National University of Defense Technology
Field fund of equipment development department
Aiming at the problem that the single type of intercepting equipment of the current anti-drone system can not effectively suppress the drone, a new compound anti-drone method is constructed by using multiple types of intercepting equipment and adopting the principle of minimum distance shooting to break through the task assignment problem of multiple types of intercepting equipment. Aiming at the problem of slow solution speed of traditional multi-objective optimization algorithm, difficult to adjust the parameters of intelligent algorithm and unable to effectively balance the global search and local optimization, this paper proposes a task assignment model of multi-type interception equipment compound anti-drone based on deep Q network (DQN).

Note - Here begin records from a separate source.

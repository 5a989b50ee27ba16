"""Current sharing between parallel conductors, and the currents every figure uses.

The impedance system itself (parallel groups, cable screens, passive loops) is in
:mod:`trayadvisor.coupling.system`; :func:`solve_sharing` solves it for a layout and reports
each parallel group's shares and imbalance, and the screens and passive loops
(:mod:`trayadvisor.coupling.induced`). ``carried_sources`` gives the currents every figure
uses: the solved ones (each cable's core plus its screen), or equal shares.
"""

from __future__ import annotations

import math
from dataclasses import dataclass, replace

import numpy as np

from trayadvisor.coupling.induced import PassiveFigure, ScreenFigure, induced_figures
from trayadvisor.coupling.system import (
    CURRENT_MODELS,
    DEFAULT_MATERIAL,
    DEFAULT_TEMPERATURE_C,
    TEMPERATURE_RANGE_C,
    ZERO_IMBALANCE_PCT,
    ZERO_TOTAL,
    GroupMeta,
    SharingError,
    SharingPlan,
    check_current_model,
    group_imbalance_pct,
    net_currents,
    plate_sources,
    sharing_plan,
    solve_parts,
    solve_plan,
)
from trayadvisor.engine import SourceArrays
from trayadvisor.model import Layout

__all__ = ["CURRENT_MODELS", "DEFAULT_MATERIAL", "DEFAULT_TEMPERATURE_C", "TEMPERATURE_RANGE_C",
           "ZERO_IMBALANCE_PCT", "ZERO_TOTAL", "ConductorShare", "GroupFigure", "GroupMeta",
           "SharingError", "SharingPlan", "SharingResult", "carried_sources",
           "check_current_model", "check_temperature", "group_imbalance_pct", "plate_sources",
           "sharing_plan",
           "solve_parts", "solve_plan", "solve_sharing", "solved_sources"]


@dataclass(frozen=True)
class ConductorShare:
    """One parallel conductor's solved current at its group's reported component."""

    conductor: str
    circuit: str
    phase: str
    current: complex  # RMS phasor, A
    current_a: float  # |current|
    angle_deg: float
    share_pct: float | None  # |I| / |I_group| × 100; None when the group total is zero
    current_rms_a: float  # all components, root-sum-square


@dataclass(frozen=True)
class GroupFigure:
    """A parallel group: circuit, phase, members, group current and imbalance."""

    circuit: str
    phase: str
    conductors: tuple[str, ...]
    current_a: float  # |group current| at the reported component
    order: int
    imbalance_pct: float | None  # None when the group total is zero
    reactance_only: bool
    circulating_a: float = 0.0  # Σ|I| / 2 when the group total is zero, else 0


@dataclass(frozen=True)
class SharingResult:
    """Solved current sharing of a layout (see module notes).

    ``currents`` holds every conductor (layout order) at every component ``orders``; only the
    parallel-group members differ from the equal shares.
    """

    names: tuple[str, ...]
    orders: np.ndarray  # (H,) int
    currents: np.ndarray  # (H, n) complex
    shares: tuple[ConductorShare, ...]
    groups: tuple[GroupFigure, ...]
    temperature_c: float
    reactance_only: bool  # some parallel group was solved without R'
    gmr_from_overall: tuple[str, ...]  # parallel conductors whose GMR used the overall radius
    sources: SourceArrays  # the layout's sources carrying the solved (net) currents
    screens: tuple[ScreenFigure, ...] = ()
    passive: tuple[PassiveFigure, ...] = ()

    def notes(self) -> list[str]:
        """What the figures rest on, in words (shown with every output that uses them)."""
        out: list[str] = []
        if self.groups:
            out.append("R' from IEC 60228 (class 2, 20 °C) at a conductor temperature of "
                       f"{self.temperature_c:g} °C, AC resistance by the IEC 60287-1-1 skin "
                       "effect; proximity effect left out")
        rx = [f"{g.circuit} {g.phase}" for g in self.groups if g.reactance_only]
        if rx:
            out.append("reactance-only sharing (no conductor area given): " + ", ".join(rx))
        if self.gmr_from_overall:
            out.append("self inductance from the overall diameter (no area given): "
                       + ", ".join(self.gmr_from_overall))
        if any(s.bonding == "both-ends" for s in self.screens):
            out.append("screens bonded at both ends carry circulating currents, solved with "
                       f"the cores (R' of the screens at {self.temperature_c:g} °C; no earth "
                       "return): every figure uses each cable's core plus screen current")
        alone = sorted({s.circuit for s in self.screens if s.bonding == "both-ends"
                        and sum(t.circuit == s.circuit and t.bonding == "both-ends"
                                for t in self.screens) == 1})
        if alone:
            out.append("one screened cable only in " + ", ".join(alone) + ": with no other "
                       "screen to return through (and no earth return modelled) it carries "
                       "no current")
        if any(s.bonding == "single-point" for s in self.screens):
            out.append("screens bonded at one point carry no current; their standing "
                       "voltage is reported per metre")
        if self.passive:
            out.append("passive loops carry the current the other circuits induce in them, "
                       "solved with the cores")
        return out


def solve_sharing(layout: Layout,
                  temperature_c: float = DEFAULT_TEMPERATURE_C) -> SharingResult:
    """Current sharing between parallel conductors of every phase of the layout.

    Parameters
    ----------
    layout : Layout
    temperature_c : float
        Conductor temperature for R', °C (default :data:`DEFAULT_TEMPERATURE_C`).

    Returns
    -------
    SharingResult

    Raises
    ------
    SharingError
        When the impedance system has no solution (naming the conductors).

    Notes
    -----
    See the module notes and :func:`solve_plan`. Imbalance of a group:
    (max |I| − min |I|) / mean |I| × 100. A group whose total is zero at its reported
    component (two parallel neutrals of a balanced circuit) is reported by its circulating
    current, Σ|I| / 2, not by shares of a zero total.

    References
    ----------
    F. W. Grover, *Inductance Calculations*, 1946; IEC 60287-1-1 (R' at temperature, skin
    effect); IEC 60228 (R' at 20 °C).
    """
    plan = sharing_plan(layout, temperature_c)
    xy = plan.sources.xy_m
    cur, scr = solve_parts(plan, xy)
    net = net_currents(plan, cur, scr)
    imb = group_imbalance_pct(plan, cur)
    cons = layout.conductors
    rss = np.sqrt(np.sum(np.abs(cur) ** 2, axis=0))
    zero = ZERO_TOTAL * max(plan.scale_a, 1e-300)
    shares: list[ConductorShare] = []
    groups: list[GroupFigure] = []
    for k, g in enumerate(plan.groups):
        if g.kind != "parallel":
            continue
        row = plan.report_row[k]
        total = abs(plan.totals[row, k])
        circulating = 0.0
        if total <= zero:
            total = 0.0
            circulating = float(sum(abs(cur[row, i]) for i in g.members) / 2.0)
        for i in g.members:
            v = complex(cur[row, i])
            shares.append(ConductorShare(
                cons[i].name, g.circuit, g.phase, v, abs(v), float(np.angle(v, deg=True)),
                abs(v) / total * 100.0 if total > 0 else None, float(rss[i])))
        imbalance = None if total == 0.0 and circulating > zero else float(imb[k])
        groups.append(GroupFigure(g.circuit, g.phase, tuple(cons[i].name for i in g.members),
                                  float(total), g.order,
                                  0.0 if total == 0.0 and imbalance is not None else imbalance,
                                  g.reactance_only, circulating if circulating > zero else 0.0))
    parallel = [i for g in plan.groups if g.kind == "parallel" for i in g.members]
    overall = tuple(cons[i].name for i in parallel if not plan.gmr_from_area[i])
    screens, passive = induced_figures(layout, plan, xy, cur, scr, net)
    return SharingResult(
        names=tuple(c.name for c in cons), orders=plan.orders, currents=net,
        shares=tuple(shares), groups=tuple(groups), temperature_c=plan.temperature_c,
        reactance_only=any(g.reactance_only for g in plan.groups if g.kind == "parallel"),
        gmr_from_overall=overall, sources=replace(plan.sources, currents=net),
        screens=screens, passive=passive,
    )


def solved_sources(layout: Layout, temperature_c: float = DEFAULT_TEMPERATURE_C
                   ) -> SourceArrays:
    """The layout's sources with the solved currents of its parallel conductors."""
    return solve_sharing(layout, temperature_c).sources


def check_temperature(temperature_c: float) -> float:
    """``temperature_c`` as a float, or ``ValueError`` naming the accepted range."""
    lo, hi = TEMPERATURE_RANGE_C
    t = temperature_c
    if isinstance(t, bool) or not isinstance(t, (int, float)) or not math.isfinite(t) \
            or not lo <= t <= hi:
        raise ValueError(f"give a conductor temperature from {lo:g} to {hi:g} °C")
    return float(t)


def carried_sources(layout: Layout, currents: str = "solved",
                    temperature_c: float = DEFAULT_TEMPERATURE_C) -> SourceArrays:
    """The currents the figures use: ``"solved"`` sharing (the default) or ``"equal"`` shares.

    Raises ValueError for an unknown model and :class:`SharingError` when the sharing has no
    solution.
    """
    if check_current_model(currents) == "equal":
        return plate_sources(layout)
    return solved_sources(layout, temperature_c)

In order to improve the convergence speed and learning efficiency of the algorithm, this method does not use the state of the next time to predict the Q value, but uses the state of the current time to predict the Q value, while eliminating the influence of over estimation of Q value in the training process. In the model training process, the corresponding agents are trained for each interception device in a one-to-one interception mode. In actual use, the agents that meet the interception conditions are autonomously intercepted according to the minimum distance shooting principle. The simulation environment of task assignment of anti-drone system is constructed by taking the open area around a domestic airport runway as the protection object. The simulation results verify the effectiveness of this method. At the same time, compared with the DQN and Double DQN methods, the improved DQN algorithm training agent performance is more accurate, and the convergence of the algorithm and the performance of the solution are more excellent. The method in this paper provides new ideas for the anti-drones problem.